Report on the Condition of the South
Chapter 6
I have heard it said that money is no inducement which will make a negro work. It is certain that many of them, immediately after emancipation, had but a crude conception of the value of money and the uses it can be put to. It may, however, be stated as the general rule, that whenever they are at liberty to choose between wages in money and a share in the crop, they will choose the former and work better. Many cases of negroes engaged in little industrial pursuits came to my notice, in which they showed considerable aptness not only for gaining money, but also for saving and judiciously employing it. Some were even surprisingly successful. I visited some of the plantations divided up among freedmen and cultivated by them independently without the supervision of white men. In some instances I found very good crops and indications of general thrift and good management; in others the corn and cotton crops were in a neglected and unpromising state. The excuse made was in most cases that they had obtained possession of the ground too late in the season, and that, until the regular crops could be harvested, they were obliged to devote much of their time to the raising and sale of vegetables, watermelons, &c., for the purpose of making a living in the meantime.

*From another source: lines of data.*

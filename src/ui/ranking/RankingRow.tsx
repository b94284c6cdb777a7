import { memo, type CSSProperties, type Ref } from "react";
import type { Part, Spec } from "../../engine/types.ts";
import type { Ranking } from "../../worker/finishRanking.ts";
import { addToShortlist, openPart, removeFromShortlist } from "../../state/workspaceActions.ts";
import { toggleExpanded } from "../../state/extrasStore.ts";
import { notify } from "../../state/noticeStore.ts";
import { CheckMark } from "../common/StatusMark.tsx";
import { CHECK_LABEL } from "../common/format.ts";
import { COLUMNS, GRID_TEMPLATE } from "./columns.tsx";
import { reasonLines, useRowEvaluation } from "./rowEvaluation.ts";

export interface RowProps {
  index: number;
  virtualIndex: number;
  parts: readonly Part[];
  ranking: Ranking;
  spec: Spec;
  serial: number;
  expanded: boolean;
  shortlisted: boolean;
  selected: boolean;
  style: CSSProperties;
  /** Set on expanded rows only: the others have the fixed row height and need no measuring. */
  ref: Ref<HTMLDivElement> | undefined;
}

function toggleShortlist(partNumber: string, on: boolean): void {
  if (on) return removeFromShortlist(partNumber);
  const r = addToShortlist(partNumber);
  if (r === "full") notify("warning", "The shortlist holds six parts: remove one on the Compare screen first.");
}

/** One ranked part: its figures, its verdict with the first reason (all reasons on hover or expand). */
function RankingRowView({ ref, ...p }: RowProps) {
  const part = p.parts[p.index]!;
  const e = useRowEvaluation(p.serial, p.spec, part, p.index);
  const lines = e === null ? [] : reasonLines(e);
  const reason = e === null || e.status === "pass" ? null : (e.failures[0] ?? e.unchecked[0] ?? null);
  const ctx = { parts: p.parts, r: p.ranking, reason };
  const status = p.ranking.status[p.index];
  const cls = `rrow${status === 2 ? " is-fail" : ""}${p.selected ? " is-selected" : ""}`;
  const reasonsId = `reasons-${p.index}`;
  return (
    <div ref={ref} data-index={p.virtualIndex} role="row" className={cls} style={{ ...p.style, gridTemplateColumns: GRID_TEMPLATE }} title={lines.length > 0 ? lines.join("\n") : undefined}>
      {COLUMNS.map((c) => {
        if (c.id === "part") {
          return (
            <span key={c.id} role="cell" className="cell-part">
              <button type="button" onClick={() => openPart(part.partNumber)} title={`Open ${part.partNumber} in Part detail`}>
                {part.partNumber}
              </button>
            </span>
          );
        }
        if (c.id === "actions") {
          return (
            <span key={c.id} role="cell" className="cell-actions">
              <button type="button" aria-expanded={p.expanded} aria-controls={p.expanded ? reasonsId : undefined} onClick={() => toggleExpanded(part.partNumber)} aria-label={`Reasons for ${part.partNumber}`}>
                {p.expanded ? "▾ Why" : "▸ Why"}
              </button>
              <button type="button" aria-pressed={p.shortlisted} onClick={() => toggleShortlist(part.partNumber, p.shortlisted)} aria-label={`${p.shortlisted ? "Remove from" : "Add to"} shortlist: ${part.partNumber}`}>
                {p.shortlisted ? "✓ Shortlisted" : "+ Shortlist"}
              </button>
            </span>
          );
        }
        return (
          <span key={c.id} role="cell" className={c.num === true ? "num" : undefined}>
            {c.cell(p.index, ctx)}
          </span>
        );
      })}
      {p.expanded && (
        <div id={reasonsId} className="rreasons" role="cell">
          <ul>
            {(e?.checks ?? []).map((c) => (
              <li key={c.name}>
                <CheckMark status={c.status} /> <strong>{CHECK_LABEL[c.name]}</strong>: {c.reason}
              </li>
            ))}
          </ul>
        </div>
      )}
    </div>
  );
}

/** Rows are memoised: while scrolling, rows that stay in view are not rendered again. */
export const RankingRow = memo(RankingRowView, (a, b) => a.index === b.index && a.virtualIndex === b.virtualIndex && a.serial === b.serial && a.parts === b.parts && a.ranking === b.ranking && a.spec === b.spec && a.expanded === b.expanded && a.shortlisted === b.shortlisted && a.selected === b.selected && a.style.transform === b.style.transform && a.ref === b.ref);
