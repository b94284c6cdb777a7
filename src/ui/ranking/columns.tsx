import type { ReactNode } from "react";
import type { Part } from "../../engine/types.ts";
import type { Ranking } from "../../worker/finishRanking.ts";
import { modeOfCode, statusOfCode } from "../../worker/codes.ts";
import { amps, henries, kelvin, known, MODE_SHORT, ohms, percent, sizeText, watts } from "../common/format.ts";
import { StatusMark } from "../common/StatusMark.tsx";

export interface CellContext {
  parts: readonly Part[];
  r: Ranking;
  /** The first reason of a failure or a missing check (from the row's evaluation). */
  reason: string | null;
}

export interface Column {
  id: string;
  label: string;
  /** Tooltip and accessible description of the header. */
  title: string;
  width: number;
  num?: boolean;
  /** False for columns without a key over the whole list (reasons are written only for rows on screen). */
  sortable?: boolean;
  cell(index: number, c: CellContext): ReactNode;
}

const part = (i: number, c: CellContext) => c.parts[i]!;

/** The ranking table's columns, left to right. Their ids are the sort keys of state/rankingColumns.ts. */
export const COLUMNS: readonly Column[] = [
  { id: "rank", label: "#", title: "Rank: passing parts first, then incomplete data, then failures (fewest failed checks first); by score within each", width: 52, num: true, cell: (i, c) => (c.r.rankOf[i] ?? 0) + 1 },
  { id: "part", label: "Part", title: "Part number", width: 176, cell: () => null },
  {
    id: "result",
    label: "Result",
    title: "Pass, incomplete (data missing) or fail, with the number of failed checks; hover or open Why for the reasons",
    width: 118,
    cell: (i, c) => {
      const failures = c.r.failures[i] ?? 0;
      return <StatusMark status={statusOfCode(c.r.status[i] ?? 2)} {...(failures > 1 ? { detail: `(${failures})` } : {})} />;
    },
  },
  { id: "actions", label: "Actions", title: "Reasons and shortlist", width: 178, sortable: false, cell: () => null },
  { id: "inductance", label: "L", title: "Nominal inductance at zero bias", width: 70, num: true, cell: (i, c) => henries(part(i, c).inductance) },
  { id: "dcr", label: "DCR", title: "DC resistance: the maximum where the list gives one, else the typical", width: 74, num: true, cell: (i, c) => ohms(part(i, c).dcrMax ?? part(i, c).dcrTyp) },
  { id: "isat", label: "Isat", title: "Saturation current at 25 °C", width: 66, num: true, cell: (i, c) => amps(part(i, c).isat) },
  { id: "rated", label: "Rated", title: "Rated (heating) current", width: 70, num: true, cell: (i, c) => amps(part(i, c).irms) },
  { id: "peak", label: "Peak", title: "Worst-case peak |i| over every corner", width: 68, num: true, cell: (i, c) => amps(known(c.r.peak[i])) },
  { id: "rms", label: "RMS", title: "Worst-case RMS current", width: 68, num: true, cell: (i, c) => amps(known(c.r.irms[i])) },
  { id: "loss", label: "Loss", title: "Worst-case total loss (winding + core where modelled)", width: 74, num: true, cell: (i, c) => watts(known(c.r.totalLoss[i])) },
  { id: "rise", label: "Rise", title: "Worst-case temperature rise", width: 64, num: true, cell: (i, c) => kelvin(known(c.r.tempRise[i])) },
  { id: "satMargin", label: "Isat margin", title: "Isat(T) / peak − 1 at the deciding corner", width: 116, num: true, cell: (i, c) => percent(known(c.r.satMargin[i])) },
  { id: "heatMargin", label: "Heat margin", title: "Rated current / RMS − 1 at the deciding corner", width: 116, num: true, cell: (i, c) => percent(known(c.r.heatMargin[i])) },
  {
    id: "lightLoad",
    label: "Light load",
    title: "Conduction mode at minimum load (the first corner that is not continuous)",
    width: 76,
    cell: (i, c) => {
      const m = modeOfCode(c.r.lightLoad[i] ?? 255);
      return m === null ? "—" : MODE_SHORT[m];
    },
  },
  { id: "score", label: "Score", title: "0–100 against the best passing part, by the Design screen's weights", width: 60, num: true, cell: (i, c) => (c.r.score[i] ?? 0).toFixed(1) },
  { id: "size", label: "Size", title: "Length × width × height (sorts by volume)", width: 124, cell: (i, c) => sizeText(part(i, c)) },
  { id: "maker", label: "Maker", title: "Maker and series", width: 150, cell: (i, c) => [part(i, c).maker, part(i, c).series].filter((x) => x !== null).join(" · ") || "—" },
  { id: "reason", label: "First reason", title: "The first failed or unchecked check, naming its corner", width: 420, sortable: false, cell: (_i, c) => <span className="reason">{c.reason ?? "—"}</span> },
];

export const GRID_TEMPLATE = COLUMNS.map((c) => `${c.width}px`).join(" ");
export const TABLE_WIDTH = COLUMNS.reduce((w, c) => w + c.width, 0);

On the whole I feel warranted in making the following statement: Many freedmen--not single individuals, but whole "plantation gangs"--are working well; others do not. The difference in their efficiency coincides in a great measure with a certain difference in the conditions under which they live. The conclusion lies near, that if the conditions under which they work well become general, their efficiency as free laborers will become general also, aside from individual exceptions. Certain it is, that by far the larger portion of the work done in the south is done by freedmen.
_Vagrancy_.--Large numbers of colored people left the plantations as soon as they became aware that they could do so with impunity. That they could so leave their former masters was for them the first test of the reality of their freedom. A great many flocked to the military posts and towns to obtain from the "Yankees" reliable information as to their new rights. Others were afraid lest by staying on the plantations where they had been held as slaves they might again endanger their freedom. Still others went to the cities, thinking that there the sweets of liberty could best be enjoyed. In some places they crowded together in large numbers, causing serious inconvenience. But a great many, probably a very large majority, remained on the plantations and made contracts with their former masters. The military authorities, and especially the agents of the Freedmen's Bureau, succeeded by continued exertions in returning most of those who were adrift to the plantations, or in finding other employment for them. After the first rush was over the number of vagrants grew visibly less.
It may be said that where the Freedmen's Bureau is best organized there is least vagrancy among the negroes. Here and there they show considerable restlessness, partly owing to local, partly to general causes. Among the former, bad treatment is probably the most prominent; among the latter, a feeling of distrust, uneasiness, anxiety about their future, which arises from their present unsettled condition. It is true, some are going from place to place because they are fond of it. The statistics of the Freedmen's Bureau show that the whole number of colored people supported by the government since the close of the war was remarkably small and continually decreasing. This seems to show that the southern negro, when thrown out of his accustomed employment, possesses considerable ability to support himself. It is possible, however, that in consequence of short crops, the destitution of the country, and other disturbing influences, there may be more restlessness among the negroes next winter than there is at present. Where the results of this year's labor were very unsatisfactory, there will be a floating about of the population when the contracts of this year expire. It is to be expected, however, that the Freedmen's Bureau will be able to remedy evils of that kind. Other emancipatory movements, for instance the abolition of serfdom in Russia, have resulted in little or no vagrancy; but it must not be forgotten that the emancipated serfs were speedily endowed with the ownership of land, which gave them a permanent moral and material interest in the soil upon which they lived. A similar measure would do more to stop negro vagrancy in the south than the severest penal laws. In every country the number of vagrants stands in proportion to the number of people who have no permanent local interests, unless augmented by exceptional cases, such as war or famine.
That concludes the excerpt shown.